__Action item__
Lines with the string "undecimated" in the data below: report how many there are, and write nothing but the number.

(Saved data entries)
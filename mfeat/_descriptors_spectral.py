"""Descriptors of power by frequency: wavelets, power spectrum."""

from numbers import Integral
from typing import ClassVar

import numpy as np
import scipy.fft
from sklearn.utils._param_validation import Interval, StrOptions

from mfeat import _checks
from mfeat._descriptor_base import TextureDescriptor, flattened, standardised
from mfeat._filters import DETAILS, undecimated, wavelet_reach

# Share of a patch's variance that counts as nothing when logarithms are taken: below it is the
# rounding of 8-bit images, and a flat patch must have one.
_LEAST = 1e-6

# Added to a kurtosis, which is at least 1 but 0 by definition where there is no detail.
_FLAT_KURTOSIS = 0.1

# Transforms are at least so long, so that every ring of the spectrum holds some frequencies.
_LEAST_TRANSFORM = 128


class WaveletEnergies(TextureDescriptor):
    """Log energies and log kurtosis of the details of an undecimated wavelet transform.

    Patches are standardised and transformed with a wavelet of Daubechies (1988), without decimation
    and inside the patch only. Of each detail the logarithm of its mean square is taken, as usual
    since Laine and Fan (1993), and that of its kurtosis, which tells sparse details from noise.

    Parameters
    ----------
    vanishing_moments : int, default 1
        Vanishing moments of the wavelet, 1 (Haar) to 8; its filters have twice as many taps.
    levels : int, default 4
        Number of levels, 1 to 8; the coarsest details are 2 to that power pixels wide.
    orientations : {"merged", "kept"}, default "merged"
        "merged": details along rows and along columns enter by their energy together, by the
        absolute difference of their energies as a share of it, and by the mean of their kurtosis;
        with Haar's wavelet, reflection and quarter turns do not matter. "kept": each by itself.
    location_scale : bool, default True
        Whether the vector begins with mean and standard deviation of the patch.
    missing : {"error", "nearest"}, default "error"
        What becomes of missing pixels: a ValueError, or the value of the nearest valid pixel.
    n_jobs : int, optional
        Number of joblib threads; None is 1 unless in a joblib context, -1 all processors.

    Examples
    --------
    >>> import numpy as np
    >>> from mfeat.descriptors import WaveletEnergies
    >>> patches = np.random.default_rng(0).normal(size=(5, 64, 64))
    >>> WaveletEnergies().fit_transform(patches).shape
    (5, 23)
    """

    _parameter_constraints: ClassVar[dict] = {
        **TextureDescriptor._parameter_constraints,
        "vanishing_moments": [Interval(Integral, 1, 8, closed="both")],
        "levels": [Interval(Integral, 1, 8, closed="both")],
        "orientations": [StrOptions({"merged", "kept"})],
    }

    def __init__(
        self,
        vanishing_moments=1,
        levels=4,
        orientations="merged",
        location_scale=True,
        missing="error",
        n_jobs=None,
    ):
        self.vanishing_moments = vanishing_moments
        self.levels = levels
        self.orientations = orientations
        self.location_scale = location_scale
        self.missing = missing
        self.n_jobs = n_jobs

    def _smallest_side(self) -> int:
        return wavelet_reach(self.vanishing_moments, self.levels) + 1

    def _names(self) -> list[str]:
        numbers = [f"{kind}-{detail}" for kind in ("energy", "kurtosis") for detail in DETAILS]
        if self.orientations == "merged":
            numbers = ["energy-sum", "energy-anisotropy", "energy-both"]
            numbers += ["kurtosis-mean", "kurtosis-both"]
        names = [f"wavelet_{level}_{number}" for level in range(self.levels) for number in numbers]
        return [*names, "wavelet_smooth_energy"]

    def _describe(self, pixels: np.ndarray) -> np.ndarray:
        levels = undecimated(standardised(pixels), self.vanishing_moments, self.levels)
        columns = []
        for level in levels:
            squares = [np.square(flattened(detail)) for detail in level.details]
            energies = [square.mean(axis=1) for square in squares]
            kurtosis = [
                np.square(square).mean(axis=1) / np.maximum(energy, _LEAST) ** 2
                for square, energy in zip(squares, energies, strict=True)
            ]
            if self.orientations == "merged":
                across, down, both = energies
                total = across + down
                columns += [np.log(total + _LEAST), np.abs(across - down) / (total + _LEAST)]
                energies, kurtosis = [both], [(kurtosis[0] + kurtosis[1]) / 2, kurtosis[2]]
            columns += [np.log(number + _LEAST) for number in energies]
            columns += [np.log(number + _FLAT_KURTOSIS) for number in kurtosis]
        columns.append(np.log(flattened(levels[-1].smooth).var(axis=1) + _LEAST))
        return np.stack(columns, axis=1)


class PowerSpectrum(TextureDescriptor):
    """Log power in rings of spatial frequency, and how it varies with direction.

    Patches are standardised and weighted with Hann's window. The rings are even in the logarithm
    of frequency, from 1/32 to 1/2 cycles per pixel. Of each ring the logarithm of its mean power is
    a feature, and for each order the modulus of the power's Fourier coefficient over direction,
    divided by the power: 0 for isotropic textures, up to 1 for lines, whatever their direction.

    Parameters
    ----------
    rings : int, default 16
        Number of rings, 2 to 24.
    orders : tuple of int, default (2, 4)
        Even orders of the Fourier coefficients over direction, ascending; () for none.
    location_scale : bool, default True
        Whether the vector begins with mean and standard deviation of the patch.
    missing : {"error", "nearest"}, default "error"
        What becomes of missing pixels: a ValueError, or the value of the nearest valid pixel.
    n_jobs : int, optional
        Number of joblib threads; None is 1 unless in a joblib context, -1 all processors.

    Examples
    --------
    >>> import numpy as np
    >>> from mfeat.descriptors import PowerSpectrum
    >>> patches = np.random.default_rng(0).normal(size=(5, 64, 64))
    >>> PowerSpectrum().fit_transform(patches).shape
    (5, 50)
    """

    _parameter_constraints: ClassVar[dict] = {
        **TextureDescriptor._parameter_constraints,
        "rings": [Interval(Integral, 2, 24, closed="both")],
        "orders": [tuple, list],
    }

    def __init__(self, rings=16, orders=(2, 4), location_scale=True, missing="error", n_jobs=None):
        self.rings = rings
        self.orders = orders
        self.location_scale = location_scale
        self.missing = missing
        self.n_jobs = n_jobs

    def _check_settings(self) -> None:
        for k, order in enumerate(self.orders):
            if _checks.integer(f"orders[{k}]", order, minimum=2) % 2:
                raise ValueError(
                    f"orders must be even, since opposite directions have equal power; orders[{k}] "
                    f"is {order}"
                )
        if sorted(set(self.orders)) != list(self.orders):
            raise ValueError(f"orders must ascend strictly; got {self.orders!r}")

    def _smallest_side(self) -> int:
        return 8

    def _names(self) -> list[str]:
        kinds = ["power", *(f"order_{order:02d}" for order in self.orders)]
        return [f"spectrum_{ring:02d}_{kind}" for ring in range(self.rings) for kind in kinds]

    def _describe(self, pixels: np.ndarray) -> np.ndarray:
        window = np.outer(*(np.hanning(side + 2)[1:-1] for side in pixels.shape[1:]))
        shape = [max(side, _LEAST_TRANSFORM) for side in pixels.shape[1:]]
        ring, direction = rings_of(shape, self.rings)
        inside = ring.ravel() < self.rings
        ring, direction = ring.ravel()[inside], direction.ravel()[inside]
        waves = [np.ones(len(ring)), *(np.exp(1j * order * direction) for order in self.orders)]
        sort = np.zeros((len(ring), self.rings))
        sort[np.arange(len(ring)), ring] = 1 / np.bincount(ring, minlength=self.rings)[ring]
        basis = np.concatenate([wave[:, None] * sort for wave in waves], axis=1)
        rows = []
        for patch in standardised(pixels):
            found = np.abs(scipy.fft.fft2(patch * window, shape)).ravel()[inside]
            power = np.abs((np.square(found) / np.square(window).sum()) @ basis)
            power = power.reshape(len(waves), self.rings)
            power[1:] /= power[0] + _LEAST
            power[0] = np.log(power[0] + _LEAST)
            rows.append(power.T.ravel())
        return np.array(rows)


def rings_of(shape: list[int], rings: int) -> tuple[np.ndarray, np.ndarray]:
    """Return ring (number `rings` where outside of all) and direction of each frequency."""
    rows, cols = (scipy.fft.fftfreq(side) for side in shape)
    radius = np.hypot(rows[:, None], cols[None, :])
    octaves = np.log2(np.maximum(radius, 1e-9) * 32) / 4  # 0 to 1 from 1/32 to 1/2
    ring = np.floor(octaves * rings).astype(np.intp)
    ring[(ring < 0) | (ring > rings)] = rings
    return ring, np.arctan2(-rows[:, None], cols[None, :])
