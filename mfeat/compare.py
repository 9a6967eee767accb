"""`compare`: descriptors against each other on a user's own images, and under changes."""

import json
import logging
import re
import sys
from collections.abc import Callable, Iterable, Iterator, Sequence
from dataclasses import dataclass, replace
from typing import Any

import numpy as np
import pyarrow as pa
import pyarrow.parquet as pq
from joblib import Parallel, delayed
from tqdm import tqdm

from mfeat import __version__, _checks, locations, storage
from mfeat.candidates import OWN, candidates_of, classifiers_of
from mfeat.comparison import (
    COMPARISON,
    COSTS,
    RESULTS,
    VARIANT,
    Comparison,
    is_variant,
    read_comparison,
)
from mfeat.conditions import conditions_for
from mfeat.contest import RESULTS_SCHEMA, Contest, results_of
from mfeat.costs import measure_costs
from mfeat.entries import Sources, changed_inputs
from mfeat.images import MAX_PIXELS
from mfeat.options import DumpSettings, dump_settings
from mfeat.planning import with_pitch
from mfeat.pool import Pool, halves_pool, labelled_pool, packed, unpacked
from mfeat.publishing import OutputRefused
from mfeat.report import require_charts, write_report
from mfeat.retrace import is_table, table_inputs
from mfeat.schema import UNFINISHED, differences
from mfeat.sources import list_sources
from mfeat.trials import PROTOCOLS, TRAIN_SIZES, grouped_splits, half_splits
from mfeat.variants import variants_of
from mfeat.workers import workers

_log = logging.getLogger("mfeat")

_RUN = f"{UNFINISHED}/comparison"
_RECORD = f"{_RUN}/record.json"
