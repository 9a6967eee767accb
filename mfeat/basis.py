"""Curves in few numbers: projections on Hermite functions.

Over levels v, in standard deviations from a field's mean, the curves of a Gaussian field are one
term each: the area is 1 - Phi(v), the contour follows exp(-v^2/2) and the Euler number
v exp(-v^2/2) (Rice 1944/45; Adler 1981; Tomita 1986). Weak departures from it add Hermite
polynomials (T. Matsubara, Statistics of smoothed cosmic fields in perturbation theory I, Astrophys.
J. 584 (2003), 1-33). So the area, with 1 - Phi taken off, and the other curves are described by
their products with the functions h_k(v) = exp(-v^2/2) He_k(v) / sqrt(k!), He_k the probabilists'
Hermite polynomials: few numbers, each an average over many levels, in place of many noisy ones.
Products with h_k, which fall off with v as curves do, are not coefficients of the series (those
would be products with the polynomials, which far, noisy levels rule): neighbours of equal parity
overlap.
"""

import math
from functools import lru_cache

import numpy as np
from numpy.polynomial.hermite_e import hermeval
from scipy.special import ndtr

from mfeat._checks import read_only

#: Functionals of the vector in their order, with the number of Hermite functions that each gets by
#: default: an even one more tells little.
TERMS = {"area": 4, "contour": 2, "euler": 4, "anisotropy": 3}

#: Range of the levels by which curves are integrated, where none is given.
LEVEL_RANGE = (-3.0, 3.0)

#: Largest number of Hermite functions.
MAX_TERMS = 16


def hermite_functions(levels: np.ndarray, terms: int) -> np.ndarray:
    """Return h_0 to h_(terms - 1) at levels, an array (terms, T).

    Examples
    --------
    >>> import numpy as np
    >>> from mfeat.basis import hermite_functions
    >>> hermite_functions(np.array([0.0, 1.0]), 3).round(3)
    array([[ 1.   ,  0.607],
           [ 0.   ,  0.607],
           [-0.707,  0.   ]])
    """
    weight = np.exp(-np.square(levels) / 2)
    rows = [
        weight * hermeval(levels, [0.0] * k + [1.0]) / math.sqrt(math.factorial(k))
        for k in range(terms)
    ]
    return np.array(rows).reshape(terms, len(levels))


@lru_cache(maxsize=256)
def _weights(levels: bytes, terms: int) -> np.ndarray:
    """Return what each level counts in the integrals over v, by the trapezium rule."""
    v = np.frombuffer(levels)
    step = np.gradient(v) if len(v) > 1 else np.ones(1)
    step[[0, -1]] /= 2 if len(v) > 1 else 1
    return read_only(hermite_functions(v, terms) * step)


def project(functional: str, curves: np.ndarray, levels: np.ndarray, terms: int) -> np.ndarray:
    """Return integrals over v of curves (..., T) times h_0, h_1, ...: an array (..., terms).

    Of the area 1 - Phi(v) is taken off first.
    """
    if functional == "area":
        curves = curves - ndtr(-levels)
    weights = _weights(levels.tobytes(), terms)
    # no matrix product: its last bit would depend on the number of curves
    return np.stack([(curves * row).sum(axis=-1) for row in weights], axis=-1)
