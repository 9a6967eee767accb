"""The plan of a vector: which number stands where, and what it is called.

Names, order and length follow from the settings alone. The same plan drives the computation, the
output columns, the feature table and the fingerprint.
"""

import hashlib
import json
from dataclasses import dataclass
from functools import cached_property
from typing import Any, NamedTuple

import numpy as np

from mfeat.basis import TERMS
from mfeat.fields import Field, check_scales, scale_name

#: Raised whenever the same settings would give other numbers or names than before.
VECTOR_VERSION = 2

#: The four directed crossing densities, in the order of the vector.
DIRECTIONS = ("horizontal", "vertical", "falling", "rising")

#: Functionals that have one value a level, in the order of the vector; directed ones come after.
VECTOR_FUNCTIONALS = tuple(TERMS)

#: How curves enter the vector: their values at levels, or their products with Hermite functions.
BASES = ("levels", "hermite")

#: Families whose mean is a feature under `location_scale`: smoothing keeps the mean of the raw
#: field, and bands and curvature have means near zero.
_LOCATED = ("raw", "slope")


class Feature(NamedTuple):
    """What one number of the vector is.

    Attributes
    ----------
    name : str
        Column name, e.g. "smooth_2_contour_07", or "smooth_2.5_contour_h0".
    field : str
        Family: "raw", "smooth", "band", "slope", "curvature", "contrast"; or "rough" for numbers of
        the scale.
    scale : float
        Scale of the field; 0 for none.
    functional : str
        "area", "contour", "euler", "anisotropy", "crossings_..." or, without levels, "mean", "std",
        "log_contrast", "log_std", "log_slope" or "log_curvature".
    level : float or None
        The level in the units of the level rule; None without levels, and for Hermite functions.
    unit : str
        Dimension in terms of the image's values (v) and the unit of the pitch (l); "1" for pure
        numbers and logarithms.
    term : int or None
        The number of the Hermite function, under basis "hermite".
    """

    name: str
    field: str
    scale: float
    functional: str
    level: float | None
    unit: str
    term: int | None = None


#: Powers of a length that functionals are divided by, for their units and for separating scale.
LENGTH_POWERS = {"area": 0, "contour": 1, "euler": 2, "anisotropy": 1}
_UNITS = ("1", "1/l", "1/l^2")
_VALUE_UNITS = {
    "raw": "v", "smooth": "v", "band": "v", "slope": "v/l", "curvature": "v/l^2", "contrast": "1",
}  # fmt: skip


@dataclass(frozen=True, eq=False)
class VectorPlan:
    """All settings of a vector, checked and resolved.

    `level_values` maps each field's name to its levels in rule units; after `fit`, for rule
    "fitted", `learned` maps it (with channels: "channel_field") to the levels in data units.
    """

    fields: tuple[Field, ...]
    functionals: tuple[str, ...]
    level_rule: str
    level_values: dict[str, np.ndarray]
    location_scale: bool | str
    separate_scale: bool
    roughness: tuple[float, ...]
    basis: str
    terms: dict[str, int]
    directional: bool
    connectivity: Any
    contour_estimator: str
    pitch: tuple[float, float]
    scale_unit: str
    scale_rule: str
    remove_tilt: bool
    dtype: np.dtype
    channels: tuple[str, ...] | None = None
    learned: dict[str, np.ndarray] | None = None

    def check_scales(self, shape: tuple[int, int]) -> None:
        """Refuse scales that cannot act on images of a shape, and images too small for a field."""
        check_scales(self.fields, shape, self.pitch, self.scale_unit, self.scale_rule)
        rough = tuple(Field("smooth", scale) for scale in self.roughness if self.scale_features)
        check_scales(rough, shape, self.pitch, self.scale_unit, "fixed")

    def level_functionals(self) -> tuple[str, ...]:
        """Return the functionals that have one value a level, in the order of the vector."""
        ordered = tuple(name for name in VECTOR_FUNCTIONALS if name in self.functionals)
        return ordered + (tuple(f"crossings_{d}" for d in DIRECTIONS) if self.directional else ())

    def moments(self, field: Field) -> tuple[str, ...]:
        """Return the moments of a field that are features."""
        if self.separate_scale or not self.location_scale:
            return ()
        return ("mean", "std") if field.family in _LOCATED else ("std",)

    @cached_property
    def scale_features(self) -> list[tuple[float, str]]:
        """Gaussian and name of the numbers that tell the scale, where it is kept apart."""
        if not self.separate_scale or not self.location_scale:
            return []
        found = []
        for scale in self.roughness:
            first, located = scale == self.roughness[0], self.location_scale is True
            if located:
                found.append((scale, "log_contrast"))
            # beside contrasts, the ratios of deviations would say the same again
            if self.location_scale != "ratio" if first else not located:
                found.append((scale, "log_std"))
            found += [(scale, "log_slope"), (scale, "log_curvature")]
        return found

    def numbers(self, functional: str, field: Field) -> int:
        """Return how many numbers a functional of a field has."""
        if self.basis == "hermite":
            return self.terms[functional]
        return len(self.level_values[field.name])

    def _terms_in_use(self) -> dict[str, int] | None:
        if self.basis != "hermite":
            return None
        return {name: self.terms[name] for name in self.level_functionals()}

    def levels_of(self, field: Field, channel: str | None) -> np.ndarray:
        """Return the levels to place on a field of a channel: learned ones where there are some."""
        if self.learned is not None:
            return self.learned[learned_key(field, channel)]
        return self.level_values[field.name]

    @cached_property
    def table_size(self) -> int:
        """How many counts are kept of one patch while its vector is computed."""
        return sum(8 * (len(self.level_values[field.name]) + 1) for field in self.fields)

    @cached_property
    def columns(self) -> dict[Field, int]:
        """Where the numbers of each field start."""
        found, column = {}, len(self.scale_features)
        for field in self.fields:
            found[field] = column
            column += self._width(field)
        return found

    @cached_property
    def length(self) -> int:
        """How many numbers the vector of one channel has."""
        return len(self.scale_features) + sum(map(self._width, self.fields))

    def _width(self, field: Field) -> int:
        own = sum(self.numbers(functional, field) for functional in self.level_functionals())
        return len(self.moments(field)) + own

    def features(self) -> list[Feature]:
        """Return one entry a number of the vector of one channel, in order."""
        found = [
            Feature(f"rough_{scale_name(scale)}_{name}", "rough", scale, name, None, "1")
            for scale, name in self.scale_features
        ]
        for field in self.fields:
            prefix = field.name
            for moment in self.moments(field):
                name, unit = f"{prefix}_{moment}", _VALUE_UNITS[field.family]
                found.append(Feature(name, field.family, field.scale, moment, None, unit))
            levels = self.level_values[prefix].tolist()
            for functional in self.level_functionals():
                unit = "1" if self.separate_scale else _UNITS[LENGTH_POWERS.get(functional, 1)]
                own = (field.family, field.scale, functional)
                count = self.numbers(functional, field)
                digits = len(str(count - 1))
                if self.basis == "hermite":
                    found += [
                        Feature(f"{prefix}_{functional}_h{k:0{digits}d}", *own, None, unit, k)
                        for k in range(count)
                    ]
                else:
                    digits = max(2, digits)
                    found += [
                        Feature(f"{prefix}_{functional}_{k:0{digits}d}", *own, level, unit)
                        for k, level in enumerate(levels)
                    ]
        return found

    def all_features(self) -> list[Feature]:
        """Return the features of all channels; names start with the channel if there are some."""
        if self.channels is None:
            return self.features()
        return [
            feature._replace(name=f"{channel}_{feature.name}")
            for channel in self.channels
            for feature in self.features()
        ]

    def settings(self) -> dict[str, Any]:
        """Return what the values depend on, in types that JSON knows."""
        found: dict[str, Any] = {
            "vector_version": VECTOR_VERSION,
            "fields": [[field.family, field.scale] for field in self.fields],
            "functionals": list(self.level_functionals()),
            "level_rule": self.level_rule,
            "levels": {name: values.tolist() for name, values in self.level_values.items()},
            "location_scale": self.location_scale,
            "separate_scale": self.separate_scale,
            "roughness": list(self.roughness) if self.scale_features else None,
            "basis": self.basis,
            "terms": self._terms_in_use(),
            "connectivity": self.connectivity,
            "contour_estimator": self.contour_estimator,
            "pitch": list(self.pitch),
            "scale_unit": self.scale_unit,
            "scale_rule": self.scale_rule,
            "remove_tilt": self.remove_tilt,
            "dtype": str(self.dtype),
            "channels": None if self.channels is None else list(self.channels),
        }
        if self.learned is not None:
            found["learned_levels"] = {k: v.tolist() for k, v in self.learned.items()}
        return found


def learned_key(field: Field, channel: str | None) -> str:
    """Return the key of a field's learned levels."""
    return field.name if channel is None else f"{channel}_{field.name}"


def canonical_sha256(settings: dict[str, Any]) -> str:
    """Return the SHA-256 of settings written as canonical JSON, as 64 hexadecimal digits."""
    text = json.dumps(settings, sort_keys=True, separators=(",", ":"), allow_nan=False)
    return hashlib.sha256(text.encode("utf-8")).hexdigest()
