"""Matched smoothing: as much of it for each image as brings its detail to a given length.

The length of detail of an image is the root mean square of its gradient over that of its curvature
(minus half the Laplacian). It is made of the spectral moments of a random surface (M. S.
Longuet-Higgins, The statistical analysis of a random, moving surface, Phil. Trans. R. Soc. A 249
(1957), 321-387; P. R. Nayak, Random process model of rough surfaces, J. Lubrication Technology 93
(1971), 398-407), and is l for an isotropic Gaussian field of covariance s^2 exp(-r^2/(2 l^2)):
E|grad f|^2 = 2 s^2/l^2, and E(Laplacian f)^2 = 8 s^2/l^4.

Smoothing makes it grow, so there is one Gaussian that makes it a given length. An image that is out
of focus needs less of that, one that is noisier needs more, and what is left is alike.
"""

import math
from collections.abc import Callable

import numpy as np

from mfeat import _field_kernels
from mfeat.smoothing import TRUNCATE, Smoothings, moments_of, sigma_pixels

#: Gaussians that are tried, in pitches (of rectangular pixels: the geometric mean). Between two of
#: them the right one is interpolated.
LADDER = (
    *(0.0, 0.6, 0.8, 1.1, 1.5, 2.1, 2.9, 4.0, 5.6, 8.0, 11.0, 16.0),
    *(22.0, 32.0, 45.0, 64.0, 90.0, 128.0, 181.0, 256.0, 362.0, 512.0),
)

#: Gaussians narrower than this many pixels leave pixels as they are (exp(-8) = 3e-4 at a
#: neighbour).
SMALLEST_SIGMA = 0.25

#: No Gaussian is wider than this share of an image's shorter side: little would be left.
WIDEST_GAUSSIAN = 0.25

_NO_LENGTH = 1e300  # stands for the length of detail of an image without relief

# A pixel and the window of its slope smooth a little by themselves: this variance, in pitches^2,
# is added to that of the Gaussian, so that logarithms of scales go down to no smoothing at all.
_OWN_VARIANCE = 0.35


def roughness(
    values: np.ndarray, valid: np.ndarray, pitch: tuple[float, float]
) -> tuple[np.ndarray, np.ndarray, np.ndarray]:
    """Return the root mean squares of deviation, gradient and curvature of a stack (n, h, w).

    Gradient and curvature are those of the fields of these names; 0 where there is none.
    """
    deviation = moments_of(values, valid)[1]
    slope = np.sqrt(2.0 * mean_square_slopes(values, valid, pitch))
    count, rows, cols = values.shape
    curvature = np.zeros((count, max(rows - 2, 0), max(cols - 2, 0)))
    defined = np.zeros(curvature.shape, dtype=np.uint8)
    _field_kernels.curvature_stack(values, valid, pitch[0], pitch[1], curvature, defined)
    np.square(curvature, out=curvature)
    return deviation, slope, np.sqrt(moments_of(curvature, defined)[0])


def mean_square_slopes(
    values: np.ndarray, valid: np.ndarray, pitch: tuple[float, float]
) -> np.ndarray:
    """Return half the mean square of the gradient of each image of a stack: tau of the theory."""
    count, rows, cols = values.shape
    slope = np.empty((count, rows - 1, cols - 1))
    defined = np.empty(slope.shape, dtype=np.uint8)
    _field_kernels.slope_stack(values, valid, pitch[0], pitch[1], slope, defined)
    np.square(slope, out=slope)
    return moments_of(slope, defined)[0] / 2.0


def matched_sigmas(
    lengths: tuple[float, ...],
    measure: Callable[[float], np.ndarray],
    count: int,
    widest: float,
) -> dict[float, np.ndarray]:
    """Return the Gaussian in pitches, for each length and image, that gives the image that length.

    Parameters
    ----------
    lengths : tuple of float
        Wanted lengths of detail.
    measure : callable
        Gives the lengths of all images after a Gaussian of so many pitches.
    count : int
        Number of images.
    widest : float
        No Gaussian is wider than this.

    Returns
    -------
    dict of float to ndarray of shape (count,)
        0 where the image has that length already, `widest` where nothing that is allowed gives it.
    """
    found = {length: np.full(count, np.nan) for length in lengths}
    below_sigma, below = 0.0, np.log(measure(0.0))
    for length, own in found.items():
        own[np.log(length) <= below] = 0.0
    rungs = [sigma for sigma in LADDER if 0.0 < sigma < widest] + [widest]
    for sigma in rungs:
        if not any(np.isnan(own).any() for own in found.values()):
            break
        here = np.maximum(np.log(measure(sigma)), below + 1e-9)  # it must grow
        low, high = (np.log(wide**2 + _OWN_VARIANCE) for wide in (below_sigma, sigma))
        for length, own in found.items():
            share = (np.log(length) - below) / (here - below)
            between = np.isnan(own) & (share <= 1.0)
            position = low + np.clip(share, 0.0, 1.0) * (high - low)
            exact = np.sqrt(np.maximum(np.exp(position) - _OWN_VARIANCE, 0.0))
            own[between] = exact[between]
        below_sigma, below = sigma, here
    for own in found.values():
        own[np.isnan(own)] = widest
        own[own < SMALLEST_SIGMA] = 0.0
    return found


class MatchedSmoothings:
    """Smoothings by which each image of a stack gets the length of detail that a scale names."""

    def __init__(self, pixels: Smoothings, lengths: tuple[float, ...]):
        self._pixels = pixels
        count, *sides = pixels.valid.shape
        self._unit = 1.0 if pixels.scale_unit == "pitch" else math.sqrt(math.prod(pixels.pitch))
        per_pitch = sigma_pixels(1.0, pixels.pitch, "pitch")
        self._sigmas = matched_sigmas(
            tuple(length / self._unit for length in lengths),
            self._measured,
            count,
            WIDEST_GAUSSIAN * min(side / one for side, one in zip(sides, per_pitch, strict=True)),
        )
        self._done: dict[float, np.ndarray] = {}

    def _measured(self, sigma: float) -> np.ndarray:
        """Return the lengths of detail, in pitches, after a Gaussian of so many pitches."""
        pixels = self._pixels
        length = math.sqrt(math.prod(pixels.pitch))
        smooth = pixels.centred()
        if sigma > 0.0:
            [smooth] = pixels.smoothed(sigma * self._unit, smooth)
        deviation, slope, curvature = roughness(smooth, pixels.valid, pixels.pitch)
        flat = (deviation <= pixels.error) | (slope == 0.0) | (curvature == 0.0)
        return np.where(flat, _NO_LENGTH, slope / np.where(flat, 1.0, curvature) / length)

    def at(self, scale: float) -> np.ndarray:
        """Return the centred images, each smoothed so that its length of detail is `scale`."""
        if scale == 0.0:
            return self._pixels.centred()
        if scale not in self._done:
            pixels, sigmas = self._pixels, self._sigmas[scale / self._unit]
            smoothed = self._smooth_each(pixels.centred(), sigmas)
            if pixels.missing:
                support = self._smooth_each(pixels.valid.astype(np.float64), sigmas)
                _field_kernels.normalise_stack(smoothed, support, pixels.valid)
            self._done[scale] = smoothed
        return self._done[scale]

    def _smooth_each(self, stack: np.ndarray, sigmas: np.ndarray) -> np.ndarray:
        in_rows, in_cols = sigma_pixels(1.0, self._pixels.pitch, "pitch")
        widest = float(sigmas.max()) * max(in_rows, in_cols)
        reach = int(TRUNCATE * widest + 0.5)
        weights, padded = np.empty(reach + 1), np.empty(stack.shape[2] + 2 * reach)
        half, out = np.empty(stack.shape[1:]), np.empty_like(stack)
        along = (sigmas * in_cols, sigmas * in_rows)
        _field_kernels.smooth_each(stack, *along, weights, padded, half, out)
        return out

__Expected answer__
3